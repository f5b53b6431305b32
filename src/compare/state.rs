//! A state of a site: its files as trees, the rules in force, the options it was weighed with.

use super::diff::{Change, File, differences, with};
use super::outcome::{Book, Outcome, Rules};
use crate::demand::rules::CALCULATED;
use crate::input::file::FileKind;
use crate::input::load::{self, Tree, With};
use crate::model::Site;
use crate::model::rulebook::Rulebook;
use crate::problem::Problems;
use crate::relation::bearing::designation::DimensionTable;
use crate::source::SourceSet;
use crate::source::yaml::{Node, NodeKind};
use crate::weighing::Settings;

/// A state, ready to be weighed with changes put in.
pub struct State {
    site: Node,
    oils: Option<Node>,
    others: Vec<Tree>,
    /// The rules in force.
    pub rules: Rulebook,
    /// In words, where they are not the built-in ones alone: what tells two of them apart.
    pub own_rules: String,
    /// Options it is weighed with.
    pub settings: Settings,
}

/// Why a state cannot be compared.
#[derive(Clone, Copy, Debug, PartialEq, Eq, thiserror::Error)]
pub enum Unread {
    /// It holds no site file.
    #[error("it holds no site file")]
    NoSite,
    /// Its files are wrong: the reader says where.
    #[error("its files are wrong; see: filmwright check")]
    Wrong,
}

impl State {
    /// From the files taken in; several of a kind count as one.
    ///
    /// # Errors
    /// No site file.
    pub fn new(
        trees: Vec<Tree>,
        rules: Rulebook,
        own_rules: String,
        settings: Settings,
    ) -> Result<Self, Unread> {
        let of = |kind: FileKind| trees.iter().filter(move |t| t.kind == kind);
        let site = joined(of(FileKind::Site)).ok_or(Unread::NoSite)?;
        let oils = joined(of(FileKind::Oils));
        let others = trees
            .iter()
            .filter(|t| !matches!(t.kind, FileKind::Site | FileKind::Oils))
            .cloned()
            .collect();
        Ok(Self {
            site,
            oils,
            others,
            rules,
            own_rules,
            settings,
        })
    }

    /// The inputs in which another state differs from this one.
    pub fn changes(&self, set: &SourceSet, new: &Self) -> Vec<Change> {
        let mut found = differences(set, File::Site, &self.site, &new.site);
        match (&self.oils, &new.oils) {
            (Some(a), Some(b)) => found.extend(differences(set, File::Oils, a, b)),
            (None, None) => {}
            (a, _) => {
                let (was, is) = if a.is_some() {
                    (Some(String::new()), None)
                } else {
                    (None, Some(String::new()))
                };
                found.push(Change::whole(File::Oils, "the oil list", was, is));
            }
        }
        if self.own_rules != new.own_rules {
            found.push(Change::whole(File::Rules, "own rules", None, None));
        }
        if self.settings.worn != new.settings.worn {
            let state = |s: &Self| Some(if s.settings.worn { "worn" } else { "new" }.to_owned());
            found.push(Change::whole(
                File::As,
                "option --as",
                state(self),
                state(new),
            ));
        }
        let reserve = |s: &Self| {
            s.settings
                .reserve
                .map_or("the site's".to_owned(), |r| format!("{r} step"))
        };
        if self.settings.reserve != new.settings.reserve {
            found.push(Change::whole(
                File::Option,
                "option --reserve",
                Some(reserve(self)),
                Some(reserve(new)),
            ));
        }
        found
    }

    /// The site with some of the changes towards another state put in; none where the reader
    /// refuses it.
    pub fn site_with(&self, set: &SourceSet, changes: &[&Change], new: &Self) -> Option<Site> {
        let (rules, _) = self.in_force(changes, new);
        let rules = rules.all;
        let whole = changes
            .iter()
            .any(|c| c.file == File::Oils && c.span.is_none());
        let oils = if whole { &new.oils } else { &self.oils };
        let mut trees = vec![tree(FileKind::Site, with(&self.site, File::Site, changes))];
        trees.extend(
            oils.as_ref()
                .map(|oils| tree(FileKind::Oils, with(oils, File::Oils, changes))),
        );
        trees.extend(self.others.iter().cloned());
        let calculated: Vec<&str> = CALCULATED.iter().map(|rule| rule.0).collect();
        let with = With {
            rules,
            bearings: DimensionTable::built_in(),
            calculated: &calculated,
        };
        let mut problems = Problems::new();
        load::load(set, &trees, &with, &[], &mut problems).ok()
    }

    /// What it gives with some of the changes put in; none where the reader refuses it.
    pub fn outcome_with(
        &self,
        set: &SourceSet,
        changes: &[&Change],
        new: &Self,
        book: &mut Book,
    ) -> Option<Outcome> {
        let site = self.site_with(set, changes, new)?;
        let (rules, settings) = self.in_force(changes, new);
        book.outcome(&site, rules, settings)
    }

    fn in_force<'s>(&'s self, changes: &[&Change], new: &'s Self) -> (Rules<'s>, Settings) {
        let of = |file: File| {
            let changed = changes.iter().any(|c| c.file == file);
            if changed { new } else { self }
        };
        let rules = of(File::Rules);
        let rules = Rules {
            all: &rules.rules,
            own: &rules.own_rules,
        };
        let settings = Settings {
            reserve: of(File::Option).settings.reserve,
            worn: of(File::As).settings.worn,
            ..self.settings
        };
        (rules, settings)
    }
}

fn tree(kind: FileKind, root: Node) -> Tree {
    Tree {
        file: root.span.file,
        kind,
        root: Some(root),
        complete: true,
    }
}

/// Files of one kind as one tree: records under the same key are put together.
fn joined<'t>(trees: impl Iterator<Item = &'t Tree>) -> Option<Node> {
    let mut roots = trees.filter_map(|t| t.root.clone());
    let mut first = roots.next()?;
    let NodeKind::Map(entries) = &mut first.kind else {
        return Some(first);
    };
    for root in roots {
        let NodeKind::Map(more) = root.kind else {
            continue;
        };
        for entry in more {
            let same = entries.iter_mut().find(|e| e.key.text == entry.key.text);
            match (same, entry.value.kind) {
                (Some(same), NodeKind::Map(more)) => {
                    if let NodeKind::Map(known) = &mut same.value.kind {
                        known.extend(more);
                    }
                }
                (Some(same), NodeKind::Seq(more)) => {
                    if let NodeKind::Seq(known) = &mut same.value.kind {
                        known.extend(more);
                    }
                }
                (Some(_), _) => {}
                (None, kind) => entries.push(crate::source::yaml::Entry {
                    key: entry.key,
                    value: Node {
                        span: entry.value.span,
                        kind,
                    },
                }),
            }
        }
    }
    Some(first)
}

==================================================

--- What to do ---
Lines that include the word "another" are to be extracted from the data above.

--- Solution ---
    /// The inputs in which another state differs from this one.
    /// The site with some of the changes towards another state put in; none where the reader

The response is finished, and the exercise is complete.